Looking at these situations,One could argue that Japan is in the process of “importing inflation” from overseas via a currency that has effectively depreciated significantly (yen)..

As a development expected from this, the rise of inbound consumption, which is unwavering even for Japanese people in a different dimension of price setting, will be the starting point, and the employment and wage environment in Japan as a whole will be pushed up, resulting in a virtuous cycle of income increase → consumption increase → production increase. There is a flow that goes into

However, if we only look at the total consumption at the destination, which is the “per capita consumption” of foreign tourists visiting Japan multiplied by the “number of travelers,” even at the peak (2019) recorded before the pandemic, the total domestic It is only about 1% (approximately 5 trillion yen) of production (GDP), and even if it were to reach several times that in the future, it seems excessive to expect Japan’s economy to thrive on that alone.

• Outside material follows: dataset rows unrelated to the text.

func (g *governingNames) both(ex beam.Extreme) [2]string {
	k := [2]int32{ex.Combination, ex.Pattern}
	n, ok := g.names[k]
	if !ok {
		text := g.env.Governing(ex)
		js, err := json.Marshal(text)
		if err != nil {
			panic("encode: a string that does not marshal: " + err.Error())
		}
		n = [2]string{text, string(js)}
		g.names[k] = n
	}
	return n
}

func (g *governingNames) text(ex beam.Extreme) string { return g.both(ex)[0] }
func (g *governingNames) json(ex beam.Extreme) string { return g.both(ex)[1] }

// jsonStream writes an indented JSON document (as WriteJSON: two spaces a level) in parts:
// objects field by field, long arrays element by element; a value of another kind through
// encoding/json at its place. The first error stops the writing and is kept for flush.
type jsonStream struct {
	w     *bufio.Writer
	buf   []byte
	depth int
	first bool // the next field or element is its object's or array's first
	err   error
}

func newJSONStream(w io.Writer) *jsonStream { return &jsonStream{w: bufio.NewWriterSize(w, 1<<16)} }

func (js *jsonStream) raw(s string) {
	if js.err == nil {
		_, js.err = js.w.WriteString(s)
	}
}

func (js *jsonStream) bytes(b []byte) {
	if js.err == nil {
		_, js.err = js.w.Write(b)
	}
}

func (js *jsonStream) newline() {
	js.raw("\n")
	for range js.depth {
		js.raw("  ")
	}
}

func (js *jsonStream) open(c byte) {
	js.raw(string(c))
	js.depth++
	js.first = true
}

func (js *jsonStream) close(c byte) {
	js.depth--
	if !js.first {
		js.newline()
	}
	js.raw(string(c))
	js.first = false
}

// next starts a field or element: after a comma unless it is the first, on its own line.
func (js *jsonStream) next() {
	if !js.first {
		js.raw(",")
	}
	js.first = false
	js.newline()
}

The last thing left is inflation imported from abroad.

If there is inflation, the yen’s REER will rise. Since the relative purchasing power of the Japanese currency will increase, this in itself can be said to be a welcome result. It can also be seen as the process of overcoming Japan’s disinflation (a situation in which the rate of price increases is declining), which has long been a stigma.

However, am I the only one who cannot call such developments a turnaround for the Japanese economy?

*Contributions are my personal views and are not affiliated with any organization.